Please refer to the Quantized models chapter for a detailed description of the quantization procedure using Tensorflow Lite converter or onnxruntime.

If necessary, some layers in the model can stay in float but they will be executed on the CPU and not on the Neural-ART NPU.

Inference Model Constraints

ST Neural-ART processor unit is a re-configurable inference-only engine capable of accelerating in hardware the quantized inference models, no training mode is supported.

  • Input and output tensors must be static
  • Variable-length batch dimension (i.e. (None,)) is considered as equal to 1
  • Operator with un-connected output is not supported
  • Mixed data operations (i.e hybrid operator) are not supported, activations and weights should be quantized
  • Data type for the weights/activations tensors must be:
    • int8 (scale/offset format) ss/sa scheme (see Quantized models – per-channel)
    • if float32 operation is requested, it will be mapped on a SW operation

Custom Layer Support - Post-Processing

Currently, there is no support for the custom layer like “TFLite_Detection_PostProcess” operator for the object detection model. If possible, before quantizing the model, it is preferable to remove it, to keep only the backbone and head parts. This includes the “NMS” (Non Maximum Suppression) algorithm (generally based on the floating-point operations), it will be supported by an “external” library running on the HOST MCU processor.

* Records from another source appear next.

/**
 * The analyst's derived variables: a formula in mathjs expression syntax over a cast's columns
 * (`CT - 2*SA`, `sigma2 - sigma0`, `sqrt(N2)`), checked and then evaluated column-wise.
 *
 * Safety: the text is only *parsed* by mathjs (a restricted instance whose evaluate/import/
 * createUnit/parse/... are replaced by functions that throw, as defence in depth). The parse tree
 * is then walked and only these nodes pass: number constants, symbols that name an allowed
 * column or a constant (pi, e, NaN, Infinity), arithmetic / comparison / logical operators,
 * parentheses, the conditional `a ? b : c`, chained comparisons, and calls of a fixed list of
 * math functions by plain name. Everything else (assignment, function definition, property or
 * index access, matrices, objects, ranges, blocks, strings, units, unknown names) is refused with
 * a message and, where it can be found, the character position. The tree is never handed back to
 * mathjs for evaluation: the checked tree is compiled here into closures over Float64Array
 * columns, so nothing but the listed arithmetic can run.
 */
import { create, all } from 'mathjs';
import type { MathNode } from 'mathjs';

const math = create(all);
/** The restricted instance (exported for its tests only). */
export const restrictedMath = math;
// Keep the one entry point we use, then disable everything that can reach code or the instance.
const parseExpression = math.parse.bind(math);
const refuse = (name: string) => () => {
  throw new Error(`${name} is disabled in formulas`);
};
math.import(
  {
    import: refuse('import'),
    createUnit: refuse('createUnit'),
    evaluate: refuse('evaluate'),
    parse: refuse('parse'),
    compile: refuse('compile'),
    simplify: refuse('simplify'),
    derivative: refuse('derivative'),
    resolve: refuse('resolve'),
    reviver: refuse('reviver'),
    chain: refuse('chain'),
  },
  { override: true },
);

/** Longest formula accepted, characters. */
export const MAX_FORMULA_LENGTH = 500;
/** Deepest parse tree accepted (guards the recursive compiler). */
const MAX_DEPTH = 64;

type Unary = (x: number) => number;
type Binary = (x: number, y: number) => number;

/** Whitelisted functions: name → arity range and scalar implementation. */
const FUNCTIONS: Record<string, { min: number; max: number; fn: (...xs: number[]) => number }> = {
  sqrt: { min: 1, max: 1, fn: Math.sqrt as Unary },
  cbrt: { min: 1, max: 1, fn: Math.cbrt as Unary },
  abs: { min: 1, max: 1, fn: Math.abs as Unary },
  exp: { min: 1, max: 1, fn: Math.exp as Unary },
  log: { min: 1, max: 2, fn: (x: number, b?: number) => (b === undefined ? Math.log(x) : Math.log(x) / Math.log(b)) },
  log10: { min: 1, max: 1, fn: Math.log10 as Unary },
  log2: { min: 1, max: 1, fn: Math.log2 as Unary },
  sin: { min: 1, max: 1, fn: Math.sin as Unary },
  cos: { min: 1, max: 1, fn: Math.cos as Unary },
  tan: { min: 1, max: 1, fn: Math.tan as Unary },
  asin: { min: 1, max: 1, fn: Math.asin as Unary },
  acos: { min: 1, max: 1, fn: Math.acos as Unary },
  atan: { min: 1, max: 1, fn: Math.atan as Unary },
  atan2: { min: 2, max: 2, fn: Math.atan2 as Binary },
  sinh: { min: 1, max: 1, fn: Math.sinh as Unary },
  cosh: { min: 1, max: 1, fn: Math.cosh as Unary },
  tanh: { min: 1, max: 1, fn: Math.tanh as Unary },
  pow: { min: 2, max: 2, fn: Math.pow as Binary },
  hypot: { min: 2, max: 8, fn: Math.hypot },
  min: { min: 1, max: 8, fn: Math.min },
  max: { min: 1, max: 8, fn: Math.max },
  sign: { min: 1, max: 1, fn: Math.sign as Unary },
  floor: { min: 1, max: 1, fn: Math.floor as Unary },
  ceil: { min: 1, max: 1, fn: Math.ceil as Unary },
  round: { min: 1, max: 1, fn: Math.round as Unary },
  square: { min: 1, max: 1, fn: (x: number) => x * x },
  cube: { min: 1, max: 1, fn: (x: number) => x * x * x },
  mod: { min: 2, max: 2, fn: (x: number, y: number) => x - y * Math.floor(x / y) },
  isNaN: { min: 1, max: 1, fn: (x: number) => (Number.isNaN(x) ? 1 : 0) },
};

const CONSTANTS: Record<string, number> = {
  pi: Math.PI,
  e: Math.E,
  NaN: Number.NaN,
  Infinity: Number.POSITIVE_INFINITY,
};

const truth = (x: number): boolean => x !== 0 && !Number.isNaN(x);
const BINARY: Record<string, Binary> = {
  add: (a, b) => a + b,
  subtract: (a, b) => a - b,
  multiply: (a, b) => a * b,
  dotMultiply: (a, b) => a * b,
  divide: (a, b) => a / b,
  dotDivide: (a, b) => a / b,
  pow: Math.pow,
  dotPow: Math.pow,
  mod: (a, b) => a - b * Math.floor(a / b),
  smaller: (a, b) => (a < b ? 1 : 0),
  larger: (a, b) => (a > b ? 1 : 0),
  smallerEq: (a, b) => (a <= b ? 1 : 0),
  largerEq: (a, b) => (a >= b ? 1 : 0),
  equal: (a, b) => (a === b ? 1 : 0),
  unequal: (a, b) => (a !== b ? 1 : 0),
  and: (a, b) => (truth(a) && truth(b) ? 1 : 0),
  or: (a, b) => (truth(a) || truth(b) ? 1 : 0),
  xor: (a, b) => (truth(a) !== truth(b) ? 1 : 0),
};
const UNARY: Record<string, Unary> = {
  unaryMinus: (a) => -a,
  unaryPlus: (a) => a,
  not: (a) => (truth(a) ? 0 : 1),
};
const RELATIONAL: Record<string, Binary> = {
  smaller: BINARY.smaller,
  larger: BINARY.larger,
  smallerEq: BINARY.smallerEq,
  largerEq: BINARY.largerEq,
  equal: BINARY.equal,
  unequal: BINARY.unequal,
};

/** A compiled node: fills `out` (length n) from the columns. */
type Kernel = (cols: Readonly<Record<string, Float64Array>>, n: number) => Float64Array;

export interface FormulaError {
  message: string;
  /** 0-based character position in the formula, when known. */
  position: number | null;
}

export type CompiledFormula =
  | {
      ok: true;
      text: string;
      /** Column names the formula reads, in first-use order. */
      variables: string[];
      /** Evaluate over columns of equal length; returns a new column. */
      evaluate(columns: Readonly<Record<string, Float64Array>>): Float64Array;
    }
  | { ok: false; error: FormulaError };

class FormulaRejection extends Error {
  constructor(
    message: string,
    readonly needle: string | null,
  ) {
    super(message);
  }
}

/** First position of a name as a whole word, for pointing at the offending part. */
function positionOf(text: string, needle: string | null): number | null {
  if (!needle) return null;
  const escaped = needle.replace(/[.*+?^${}()|[\]\\]/g, '\\$&');
  const m = new RegExp(`(^|[^A-Za-z0-9_])(${escaped})`).exec(text);
  return m ? m.index + m[1].length : text.indexOf(needle) >= 0 ? text.indexOf(needle) : null;
}

function mapInto(n: number, f: (i: number) => number): Float64Array {
  const out = new Float64Array(n);
  for (let i = 0; i < n; i++) out[i] = f(i);
  return out;
}

function compileNode(node: MathNode, allowed: ReadonlySet<string>, used: string[], depth: number): Kernel {
  if (depth > MAX_DEPTH) throw new FormulaRejection('formula is nested too deeply', null);
  switch (node.type) {
    case 'ConstantNode': {
      const value = (node as unknown as { value: unknown }).value;
      if (typeof value !== 'number')
        throw new FormulaRejection(
          'only numbers may appear as constants (no strings or other values)',
          typeof value === 'string' ? `"${value}` : null,
        );
      return (_c, n) => new Float64Array(n).fill(value);
    }
    case 'SymbolNode': {
      const name = (node as unknown as { name: string }).name;
      if (Object.prototype.hasOwnProperty.call(CONSTANTS, name)) {
        const value = CONSTANTS[name];
        return (_c, n) => new Float64Array(n).fill(value);
      }
      if (!allowed.has(name)) {
        if (Object.prototype.hasOwnProperty.call(FUNCTIONS, name))
          throw new FormulaRejection(`${name} is a function; call it as ${name}(…)`, name);
        throw new FormulaRejection(`unknown variable "${name}" (available: ${[...allowed].join(', ')})`, name);
      }
      if (!used.includes(name)) used.push(name);
      return (cols) => {
        const col = cols[name];
        if (!col) throw new Error(`column "${name}" is missing`);
        return col;
      };
    }
    case 'ParenthesisNode':
      return compileNode((node as unknown as { content: MathNode }).content, allowed, used, depth + 1);
    case 'OperatorNode': {
      const { fn, op, args } = node as unknown as { fn: string; op: string; args: MathNode[] };
      const kids = args.map((a) => compileNode(a, allowed, used, depth + 1));
      if (kids.length === 1 && Object.prototype.hasOwnProperty.call(UNARY, fn)) {
        const u = UNARY[fn];
        const [a] = kids;
        return (c, n) => {
          const x = a(c, n);
          return mapInto(n, (i) => u(x[i]));
        };
      }
      if (kids.length === 2 && Object.prototype.hasOwnProperty.call(BINARY, fn)) {
        const b = BINARY[fn];
        const [ka, kb] = kids;
        return (c, n) => {
          const x = ka(c, n),
            y = kb(c, n);
          return mapInto(n, (i) => b(x[i], y[i]));
        };
      }
      throw new FormulaRejection(`operator "${op}" is not allowed in formulas`, op);
    }
    case 'ConditionalNode': {
      const { condition, trueExpr, falseExpr } = node as unknown as {
        condition: MathNode;
        trueExpr: MathNode;
        falseExpr: MathNode;
      };
      const kc = compileNode(condition, allowed, used, depth + 1);
      const kt = compileNode(trueExpr, allowed, used, depth + 1);
      const kf = compileNode(falseExpr, allowed, used, depth + 1);
      return (c, n) => {
        const x = kc(c, n),
          t = kt(c, n),
          e = kf(c, n);
        return mapInto(n, (i) => (truth(x[i]) ? t[i] : e[i]));
      };
    }
    case 'RelationalNode': {
      const { conditionals, params } = node as unknown as { conditionals: string[]; params: MathNode[] };
      const kids = params.map((p) => compileNode(p, allowed, used, depth + 1));
      const rels = conditionals.map((name) => {
        if (!Object.prototype.hasOwnProperty.call(RELATIONAL, name))
          throw new FormulaRejection(`comparison "${name}" is not allowed`, null);
        return RELATIONAL[name];
      });
      return (c, n) => {
        const vals = kids.map((k) => k(c, n));
        return mapInto(n, (i) => {
          for (let r = 0; r < rels.length; r++) if (rels[r](vals[r][i], vals[r + 1][i]) === 0) return 0;
          return 1;
        });
      };
    }
    case 'FunctionNode': {
      const { fn, args } = node as unknown as { fn: MathNode; args: MathNode[] };
      if (fn.type !== 'SymbolNode') throw new FormulaRejection('only named math functions may be called', null);
      const name = (fn as unknown as { name: string }).name;
      if (!Object.prototype.hasOwnProperty.call(FUNCTIONS, name)) {
        throw new FormulaRejection(
          `function "${name}" is not allowed (allowed: ${Object.keys(FUNCTIONS).join(', ')})`,
          name,
        );
      }
      const spec = FUNCTIONS[name];
      if (args.length < spec.min || args.length > spec.max) {
        throw new FormulaRejection(
          `${name} takes ${spec.min === spec.max ? spec.min : `${spec.min} to ${spec.max}`} argument(s), got ${args.length}`,
          name,
        );
      }
      const kids = args.map((a) => compileNode(a, allowed, used, depth + 1));
      const g = spec.fn;
      if (kids.length === 1) {
        const [a] = kids;
        return (c, n) => {
          const x = a(c, n);
          return mapInto(n, (i) => g(x[i]));
        };
      }
      return (c, n) => {
        const xs = kids.map((k) => k(c, n));
        const buf = new Array<number>(xs.length);
        return mapInto(n, (i) => {
          for (let k = 0; k < xs.length; k++) buf[k] = xs[k][i];
          return g(...buf);
        });
      };
    }
    case 'AssignmentNode':
      throw new FormulaRejection('assignments are not allowed in formulas', '=');
    case 'FunctionAssignmentNode':
      throw new FormulaRejection('defining functions is not allowed in formulas', '=');
    case 'AccessorNode':
    case 'IndexNode': {
      const dot = (node as unknown as { index?: { dotNotation?: boolean } }).index?.dotNotation;
      throw new FormulaRejection('property and index access is not allowed in formulas', dot ? '.' : '[');
    }
    case 'ArrayNode':
      throw new FormulaRejection('matrices and lists are not allowed in formulas', '[');
    case 'ObjectNode':
      throw new FormulaRejection('objects are not allowed in formulas', '{');
    case 'RangeNode':
      throw new FormulaRejection('ranges are not allowed in formulas', ':');
    case 'BlockNode':
      throw new FormulaRejection('a formula is one expression (no ; or line breaks)', null);
    default:
      throw new FormulaRejection(`"${node.type}" is not allowed in formulas`, null);
  }
}

/**
 * Check and compile a derived-variable formula over the named columns.
 * Returns the evaluator and the columns it reads, or an error with a message and position.
 */
export function compileFormula(text: string, allowedColumns: Iterable<string>): CompiledFormula {
  if (typeof text !== 'string' || text.trim() === '')
    return { ok: false, error: { message: 'the formula is empty', position: 0 } };
  if (text.length > MAX_FORMULA_LENGTH) {
    return {
      ok: false,
      error: { message: `the formula is longer than ${MAX_FORMULA_LENGTH} characters`, position: MAX_FORMULA_LENGTH },
    };
  }
  const allowed = new Set<string>();
  for (const c of allowedColumns) if (/^[A-Za-z_][A-Za-z0-9_]*$/.test(c) && !(c in CONSTANTS)) allowed.add(c);
  let tree: MathNode;
  try {
    tree = parseExpression(text);
  } catch (err) {
    const e = err as { message?: string; char?: number };
    const position = typeof e.char === 'number' ? Math.max(0, e.char - 1) : null;
    return {
      ok: false,
      error: {
        message: `syntax error: ${(e.message ?? 'cannot read the formula').replace(/ \(char \d+\)$/, '')}`,
        position,
      },
    };
  }
  const used: string[] = [];
  let kernel: Kernel;
  try {
    kernel = compileNode(tree, allowed, used, 0);
  } catch (err) {
    if (err instanceof FormulaRejection)
      return { ok: false, error: { message: err.message, position: positionOf(text, err.needle) } };
    throw err;
  }
  return {
    ok: true,
    text,
    variables: used,
    evaluate(columns) {
      let n = -1;
      for (const name of used) {
        const col = columns[name];
        if (!(col instanceof Float64Array)) throw new Error(`column "${name}" is missing`);
        if (n < 0) n = col.length;
        else if (col.length !== n) throw new RangeError(`column "${name}" has ${col.length} values, expected ${n}`);
      }
      if (n < 0) {
        // A formula of constants only: as long as any column given, else one value.
        const first = Object.values(columns)[0];
        n = first ? first.length : 1;
      }
      const result = kernel(columns, n);
      // A bare column name returns the column itself; hand back a copy the caller may own.
      return used.length === 1 && tree.type === 'SymbolNode' ? Float64Array.from(result) : result;
    },
  };
}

TFlite to Neural-ART™ Operation Mapping

The following table lists the operation mapping between TensorFlow Lite (TFlite) and Neural-ART™ stack. Note that only the quantized operations (int8 scale/offset format) can be directly mapped on the Neural-ART™ processing units. If an operator is not mapped on HW, fallback implementations (int8 or float32 version) is emitted and the HOST (Cortex-m55) sub-system will be used to execute the fall-back implementations.

TFLite Operation Mapped On Comment
ABS HW
ADD HW
ARG_MAX SW_FLOAT
ARG_MIN SW_FLOAT
AVERAGE_POOL_2D HW Limited window. Software fallback available
BATCH_MATMUL HW
CAST HW
CEIL HW
CONCATENATION HW
CONV_2D HW
COS SW_FLOAT
COSH SW_FLOAT
DEPTHWISE_CONV_2D HW
DEQUANTIZE SW_FLOAT uint8/int8 -> float
DIV SW_INT
ELU SW_FLOAT
EQUAL HW
EXP SW_FLOAT
EXPAND_DIMS HW
FLOOR SW_FLOAT
FULLY_CONNECTED HW
GATHER SW_FLOAT
GREATER SW_FLOAT
GREATER_EQUAL SW_FLOAT
HARD_SWISH HW
L2_NORMALIZATION SW_FLOAT
LEAKY_RELU HW
LESS SW_FLOAT
LESS_EQUAL SW_FLOAT
LOCAL_RESPONSE_NORMALIZATION SW_FLOAT
LOG SW_FLOAT
LOGICAL_AND HW
LOGICAL_NOT HW
LOGICAL_OR HW
LOGISTIC HW
MAX_POOL_2D HW Limited window. Software fallback available
MAXIMUM HW
MEAN SW_FLOAT
MINIMUM HW
MUL HW SW fallback with broadcast or more than 4 dimensions
NEG HW
PACK HW
PAD HW Partial – according to the parameters, it can be HW-assisted with the extra epochs.
POW SW_FLOAT
PRELU HW
QUANTIZE SW_FLOAT float -> uint8/int8
(RE) QUANTIZE HW uint8 <-> int8
REDUCE_MAX SW_FLOAT
REDUCE_MIN SW_FLOAT
REDUCE_PROD SW_FLOAT
RELU HW
RELU6 HW
RESHAPE HW
RESIZE_BILINEAR SW_FLOAT
RESIZE_NEAREST_NEIGHBOR HW HW if (coordinate_transformation_mode=‘asymmetric’ AND nearest_mode=‘floor’). SW_INT otherwise
ROUND SW_FLOAT
SHAPE HW
SIN SW_FLOAT
SLICE HW
SOFTMAX SW_INT
SPACE_TO_DEPTH HW with same input/output quantization
SPLIT HW HW or SW_INT depends on axis
SPLIT_V HW HW or SW_INT depends on axis
STRIDED_SLICE HW
SQUEEZE HW
SQRT SW_FLOAT
SUB HW
SUM SW_FLOAT
TANH HW
TRANSPOSE HW Partial – according to the parameters, it can be HW-assisted with the extra epochs.
TRANSPOSE_CONV HW Partial – according to the parameters, it can be HW-assisted with the extra epochs.
UNPACK HW

ONNX to Neural-ART™ Operation Mapping

The following table lists the operation mapping between the ONNX and Neural-ART™ operator. Note that only the quantized operations (int8 scale/offset format) can be directly mapped on the Neural-ART™ processing units. If an operator is not mapped on HW, fallback implementations (int8 or float32 version) is emitted and the HOST (Cortex-m55) sub-system will be used to execute the fall-back implementations.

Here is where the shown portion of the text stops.